The Metrics tab within datasets includes several default metrics, such as the column count and record count. You can also edit the metrics to include:

  • Column statistics such as sum, average, minimum, maximum, etc.

  • Most frequent values of columns, such as the mode or top N values

  • Column percentiles

  • Data validity, or checking that the records match with a column’s meaning. (Note that the meaning must be locked, or manually selected, on the dataset, for this metric to be applied.)

  • Custom metrics calculated using a formula or code

Because there can be a lot of available metrics on an item, you can select the metrics you want to add to the displayed screen tiles on the Metrics page.
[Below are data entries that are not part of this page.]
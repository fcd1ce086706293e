//! End-product standards: which standard's tables and method dimension a barrier and set its
//! electric strength test. The tables are data (`rules/<standard>/*.toml`, one generic row
//! form with a provenance per row); what differs in method (which tables combine and how) is
//! Rust, one module per standard. `evaluate` is the one entry point the report and the
//! `spacing` command call.

mod iec60335;
mod iec60601;
mod iec60664;
mod iec62368;

use serde::{Deserialize, Serialize};

use crate::project::{Barrier, Grade};
use crate::rules::{EPS, Validation};
use crate::spacing::{BarrierResult, Conditions, Figure, OutOfTable, Step, show, tidy};

/// The standard a design is judged against (`[design] standard`).
#[derive(Debug, Clone, Copy, PartialEq, Eq, clap::ValueEnum)]
pub enum Standard {
    #[value(name = "iec62368-1")]
    Iec62368,
    #[value(name = "iec60601-1")]
    Iec60601,
    #[value(name = "iec60335-1")]
    Iec60335,
    /// The horizontal basics (IEC 60664-1); the default.
    #[value(name = "iec60664-1")]
    Iec60664,
}

crate::domain_words!(Standard, Means, GradeWord);

impl Standard {
    /// The words of `[design] standard` and `spacing --standard`, in the order listed.
    pub const WORDS: [&'static str; 4] = ["iec62368-1", "iec60601-1", "iec60335-1", "iec60664-1"];

    pub fn from_word(word: &str) -> Option<Self> {
        crate::diag::word::<Standard>(word)
    }

    /// The standard and the edition whose table numbers the rule files cite.
    pub fn title(self) -> &'static str {
        match self {
            Self::Iec60664 => "IEC 60664-1:2020 (edition 3), the horizontal basics",
            Self::Iec62368 => "IEC 62368-1:2018 (edition 3)",
            Self::Iec60601 => "IEC 60601-1:2005+A1:2012+A2:2020 (edition 3.2)",
            Self::Iec60335 => "IEC 60335-1:2010+A1:2013+A2:2016 (edition 5.2)",
        }
    }

    /// What the standard covers, in a few words for the report.
    pub fn scope(self) -> &'static str {
        match self {
            Self::Iec60664 => {
                "insulation coordination for equipment within low-voltage supply systems (not an end-product standard)"
            }
            Self::Iec62368 => "information and communication technology and multimedia equipment",
            Self::Iec60601 => "medical electrical equipment",
            Self::Iec60335 => "household and similar electrical appliances",
        }
    }

    /// The caution every report under this standard carries.
    pub fn caution(self, named: bool) -> String {
        match (self, named) {
            (Self::Iec60664, false) => format!(
                "No end-product standard is named ([design] standard): the figures are the {} basics. The lab will judge the product against its end-product standard ({}); name it to get that standard's figures.",
                self.title(),
                Self::WORDS[..3].join(", ")
            ),
            (Self::Iec60664, true) => format!(
                "The figures are the {} basics, as the project file asks; the lab will judge the product against its end-product standard.",
                self.title()
            ),
            _ => format!(
                "Figures dimensioned by {} ({}), with the table numbers of that edition; each table says which values a public reproduction confirmed and which are from memory of the standard. A later edition may differ: verify against a licensed copy of the edition the lab applies.",
                self.title(),
                self.scope()
            ),
        }
    }
}

/// A means of protection under IEC 60601-1: for operators (MOOP) or patients (MOPP),
/// counted once or twice.
#[derive(Debug, Clone, Copy, PartialEq, Eq, clap::ValueEnum)]
pub enum Means {
    #[value(name = "1-moop")]
    OneMoop,
    #[value(name = "2-moop")]
    TwoMoop,
    #[value(name = "1-mopp")]
    OneMopp,
    #[value(name = "2-mopp")]
    TwoMopp,
}

impl Means {
    /// The insulation grade the isolation paths and part checks count it as: one means is
    /// one level of protection (basic), two are double or reinforced.
    pub fn grade(self) -> Grade {
        if self.count() == 2 {
            Grade::Reinforced
        } else {
            Grade::Basic
        }
    }

    pub fn count(self) -> u8 {
        match self {
            Self::OneMoop | Self::OneMopp => 1,
            Self::TwoMoop | Self::TwoMopp => 2,
        }
    }

    pub fn for_patient(self) -> bool {
        matches!(self, Self::OneMopp | Self::TwoMopp)
    }
}

/// IEC 60601-1: a capacitor across two means of patient protection must be two Y1 in series
/// (two Y2 do not withstand the 4000 V a.c. test of 2 MOPP; [SLP]). `Some(accepted)` for a
/// capacitor across 2 MOPP, with a step saying why; `None` where the rule does not apply.
pub fn two_mopp_capacitor(
    means: Option<Means>,
    kind: crate::project::PartKind,
    subclass: Option<&str>,
    count_in_series: u32,
    steps: &mut Vec<Step>,
) -> Option<bool> {
    use crate::project::PartKind;
    if means != Some(Means::TwoMopp) || !matches!(kind, PartKind::YCapacitor | PartKind::XCapacitor)
    {
        return None;
    }
    let subclass = subclass?;
    let accepted = subclass == "Y1" && count_in_series >= 2;
    steps.push(Step::new(
        None,
        format!(
            "IEC 60601-1, 2 MOPP: a capacitor across two means of patient protection must be two Y1 in series; Y2 is not enough (a medical power-supply maker's guideline [SLP], one source): {} × {subclass} is {}.",
            count_in_series,
            if accepted { "accepted" } else { "not accepted" }
        ),
    ));
    Some(accepted)
}

/// Basic-rated capacitors in series across double or reinforced insulation (two Y2, say)
/// under a named end-product standard. The published sources carried (rules/SOURCES.md,
/// "Safety capacitors") say that two Y2 in series is community practice under IEC 60950-1,
/// not universal, and that the end-product standard's electric strength test decides (under
/// IEC 60601-1 two Y2 do not withstand the 4000 V a.c. test of 2 MOPP). What they give of a
/// Y2 is its impulse test (5 kV, IEC 60384-14, confirmed against maker data sheets), which
/// is not that electric strength test; no rule of IEC 62368-1, IEC 60335-1 or IEC 60601-1
/// on capacitors in series is carried. So acceptance cannot be proven here: `true` (the
/// lab's test decides, a warning) with a step naming the standard and the barrier's test
/// voltage. `false` under the IEC 60664-1 basics (the IEC 60950-1 practice stands, with a
/// note) or where the series rule did not accept the string (`series_accepted`).
pub fn series_capacitors_test_decides(
    barrier: &crate::spacing::BarrierResult,
    series_accepted: bool,
    subclass: Option<(&str, f64, &str)>,
    count_in_series: u32,
    steps: &mut Vec<Step>,
) -> bool {
    if !series_accepted || barrier.standard == Standard::Iec60664.as_str() {
        return false;
    }
    let test = match (barrier.test_v_rms, barrier.test_v_dc) {
        (Some(rms), Some(dc)) => format!(
            "{} V rms a.c. or {} V peak or d.c. ({})",
            show(rms),
            show(dc),
            barrier.test_v_basis
        ),
        _ => format!("not computed here ({})", barrier.test_v_basis),
    };
    let impulse = subclass
        .map(|(name, v, source)| {
            format!(
                " A {name} is impulse-tested at {} V peak ({source}); an impulse test is not the electric strength test, and no a.c. or d.c. withstand figure of a {name} is carried.",
                show(v)
            )
        })
        .unwrap_or_default();
    steps.push(Step::new(
        None,
        format!(
            "{}: the common practice is not proof under this standard; {count_in_series} basic-rated capacitors in series across {} insulation are accepted only where the string withstands the barrier's electric strength test, {test}.{impulse} The sources carried do not prove it (two Y2 in series is community practice under IEC 60950-1, not universal: rules/SOURCES.md \"Safety capacitors\"), so the lab's electric strength test decides: a warning, not a pass.",
            barrier.standard_title,
            barrier.means_of_protection.unwrap_or(barrier.grade.as_str()),
        ),
    ));
    true
}

/// The words a barrier's `grade` may take: the means of protection (accepted only under
/// IEC 60601-1), then the insulation grades.
#[derive(Debug, Clone, Copy, PartialEq, Eq, clap::ValueEnum)]
pub enum GradeWord {
    #[value(name = "1-moop")]
    OneMoop,
    #[value(name = "2-moop")]
    TwoMoop,
    #[value(name = "1-mopp")]
    OneMopp,
    #[value(name = "2-mopp")]
    TwoMopp,
    Functional,
    Basic,
    Supplementary,
    Reinforced,
    Double,
}
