import { HttpError } from '@/lib/api/errors';
import { shortProblemBody } from '@/lib/api/problem-list';
import { descriptionSizeProblems } from './description-size';

/**
 * Refuses a description with a size no bridge reaches or a girder name over the one name limit:
 * 422 naming each limit (first 20), field keys under `fieldPrefix` as the storage routes report them.
 */
export function assertDescriptionSize(json: unknown, fieldPrefix = 'description'): void {
  const problems = descriptionSizeProblems(json);
  if (!problems.length) return;
  const body = shortProblemBody(
    `This description is larger than any bridge: ${problems[0].message}`,
    problems.map((p) => ({ ...p, path: fieldPrefix === '_' ? p.path : `${fieldPrefix}.${p.path}` })),
  );
  throw new HttpError(422, body.error, body.fields);
}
Examples of metrics and checks used on managed folders or saved models.

Note

You can also create custom metrics using a Python probe or SQL probe. For more information and examples, see the reference documentation and Developer Guide.

Metrics on other Flow objects#

In addition to datasets, you can also set up metrics on other Flow objects:

  • Folders

  • Models

  • Model evaluation stores

For example, you can compute metrics in the Status tab of a managed folder to see the count of included files and size of the folder.

Examples of metrics on a managed folder.

Monitoring metrics#

To monitor the value of a metric, and ensure that it always abides by certain quality rules — for example, to ensure it either falls within a numeric range, or falls within a set of values, you can use metrics in combination with checks or data quality rules.

For datasets:

  • If you are using Dataiku 12.6 or above, you can use data quality rules. (Note that data quality rules don’t need to be built on top of metrics, but they can be.)

  • For Dataiku versions of 12.5 and below, you can set up checks.

For folders, models, or model evaluation stores:

  • For all versions of Dataiku, use checks.